CEI - czyli połykanie własnej spermy
CEI - czyli połykanie własnej spermy
Tak sobie myslę ,ze kazdy z nas chcialby aby kobieta połkęła nasz nektarek rozkoszy dlatego tez jestem zdania , ze kazdy facet ktory tego oczekuje powinien chociaz raz skosztowac swojej spermy połykając ją . Przyznam , że mam to już za sobą i mimo to ze pierwszy raz do najlatwiejszych nie nalezal, to mimo to jest w tym cos uzalezniajacego,bo po jakims czasie połknałem drugi raz,potem kolejny i kolejny , az doszlo do tego ze moim fetyszem jest teraz klimat FEMDOM zwlaszcza JOI + CEI czyli instrukcja trzepania kutasa + instrukcja polykania wlasnej spermy !!! Jestem ciekaw ilu facetow przyzna sie do polkniecia wlasnej spermy :) . Na poczatek ja przyznam sie pierwszy,powiem więcej ...... juz przestalem liczyc ile to juz polykow mam na koncie ... poprostu jara i podnieca mnie to w chuj !!!
Zgadzam sie , nie ma to jak spust na rozkaz po wczesniejszym odliczaniu i polyk na rozkaz na oczach dominujacej kobiety !!! Uwielbiam :)
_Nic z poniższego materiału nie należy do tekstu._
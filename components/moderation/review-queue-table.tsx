"use client";

import Link from "next/link";
import { useQuery } from "@tanstack/react-query";
import type { QueueRow } from "@/db/queries/moderation";
import { EmptyState } from "@/components/ui/empty-state";
import { ErrorState } from "@/components/ui/error-state";
import { ProductStateBadge, StateBadge } from "@/components/ui/state-badge";
import { Table, TBody, TD, TH, THead, TRow } from "@/components/ui/table";
import { kindLabel } from "./labels";
import { RelativeTime } from "./relative-time";

export const QUEUE_QUERY_KEY = ["moderation-queue"] as const;
const REFRESH_MS = 15_000;

async function fetchQueue(): Promise<QueueRow[]> {
  const res = await fetch("/api/moderation/queue", { cache: "no-store" });
  if (!res.ok) throw new Error(((await res.json().catch(() => null)) as { message?: string } | null)?.message ?? `The queue answered ${res.status}.`);
  return ((await res.json()) as { listings: QueueRow[] }).listings;
}

const RESUBMISSION: Record<NonNullable<QueueRow["resubmission"]>, string> = {
  "after-approval": "Changed since approval",
  "after-send-back": "Re-submitted after send-back",
};

/** The listings waiting for review, oldest first; refreshes itself every 15 s while the page is open. */
export function ReviewQueueTable({ initial }: { initial: QueueRow[] }) {
  const queue = useQuery({
    queryKey: QUEUE_QUERY_KEY,
    queryFn: fetchQueue,
    initialData: initial,
    // The server rendered `initial` just now; refetch on the interval, not at once.
    initialDataUpdatedAt: () => Date.now(),
    staleTime: REFRESH_MS,
    refetchInterval: REFRESH_MS,
  });

  if (queue.isError && queue.data === undefined) {
    return <ErrorState title="The review queue could not be loaded">{queue.error.message}</ErrorState>;
  }
  const rows = queue.data ?? [];
  return (
    <div className="space-y-2">
      <p className="text-sm text-graphite-600" aria-live="polite" data-testid="queue-status">
        {rows.length === 1 ? "1 listing waits" : `${rows.length} listings wait`} for review. The list refreshes every 15 seconds
        {queue.isFetching ? " (refreshing…)" : ""}.{queue.isError ? ` The last refresh failed: ${queue.error.message}` : ""}
      </p>
      {rows.length === 0 ? (
        <EmptyState title="Nothing waits for review">New submissions appear here on their own.</EmptyState>
      ) : (
        <Table caption="Listings waiting for review, oldest first" captionHidden data-testid="review-queue">
          <THead>
            <TRow>
              <TH>Listing</TH>
              <TH>Kind</TH>
              <TH>Seller</TH>
              <TH sort="ascending">Submitted</TH>
              <TH>Safety sheet</TH>
            </TRow>
          </THead>
          <TBody>
            {rows.map((row) => (
              <TRow key={row.id} data-testid={`queue-row-${row.id}`}>
                <TD>
                  <Link href={`/moderate/listings/${row.id}`} className="font-medium">
                    {row.title}
                  </Link>
                  {row.resubmission ? (
                    <div className="mt-1">
                      <StateBadge label={RESUBMISSION[row.resubmission]} tone="caution" />
                    </div>
                  ) : null}
                </TD>
                <TD className="whitespace-nowrap">{kindLabel(row.kind, row.magneticSubtype)}</TD>
                <TD>{row.sellerName}</TD>
                <TD>{row.submittedAt ? <RelativeTime iso={row.submittedAt} /> : "—"}</TD>
                <TD className="whitespace-nowrap">
                  <ProductStateBadge kind="policy" state={row.policyStatus} />
                  <span className="ml-2 font-mono text-xs text-graphite-600">rev. {row.policyRevision}</span>
                </TD>
              </TRow>
            ))}
          </TBody>
        </Table>
      )}
    </div>
  );
}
Odkąd jako nastolatek zacząłem się masturbować sperma była czymś co mnie interesowało, jej smak i zapach. Zawsze chciałem spróbować, ale kończyło się najwyżej na delikatnym dotknięciu językiem ewentualnie lizaniu majtek z małymi śladami jeszcze przed właściwym wytryskiem. Zmieniło się to dopiero, gdy zacząłem korzystać z dominacji na SU. Wtedy rzeczywiście udało się połykać nawet jeśli nie całość, to jednak znaczną część. I tak jak mówicie jest w tym coś podniecającego i wciągającego do tego stopnia, że teraz nawet bez SU, chociażby podczas masturbacji przed kąpielą lubię sobie połknąć. Chociaż najbardziej poniżające jest połyk dla Pani na priv i właśnie to podnieca najbardziej. Ważne jest jednak, żeby Pani potrafiła umiejętnie dominować. Dla mnie w kategori joi cei zdecydowanie najlepsze Panie to mysweetpanties i PaniElsa. Obie niestety dawno nie widziane. PaniElsa swoim władczym głosem zawsze mi odliczała moment spustu i wtedy kazała wszystko zjeść, co ochoczo wykonywałem. Natomiast najwięcej konsumpcji mam na koncie dla mysweetpanties- genialna. Poza najprostszym sposobem czyli zjedzeniem z ręki, podłogi czy wcelowaniu do ust w pozycji leżącej był też bardziej wyszukane pomysły. Przed każdym takim privem ustalaliśmy co mam przygotować. I tak np. jadłem ze spermą ciastko, truskawki, rozgniecionego między pośladkami banana oraz piłem kawę z własną śmietanką :) Najbardziej szalony przypadek? Pewnego wieczora miałem się spuścić w prezerwatywę i taką wypełnioną gumkę zostawić sobie na kolejny poranek kiedy to mieliśmy umówioną dominację. No i podczas tresury jeszcze przed wytryskiem, czyli na dużym podnieceniu miałem rozkaz wlać do ust zawartość prezerwatywy i połknąć, Było to w jakimś sensie obrzydliwe, nie była to przecież świeża, ciepła sperma, tylko taka kilkunastogodzinna, Jednak to właśnie ten przypadek był chyba najbardziej dla mnie pociągający. Bo tak na prawdę chęć połyku największa jest właśnie na dużym podnieceniu. W momencie gdy już się tryśnie, podniecenie opada i czasem ciężko się przełamać. Także polecam ;)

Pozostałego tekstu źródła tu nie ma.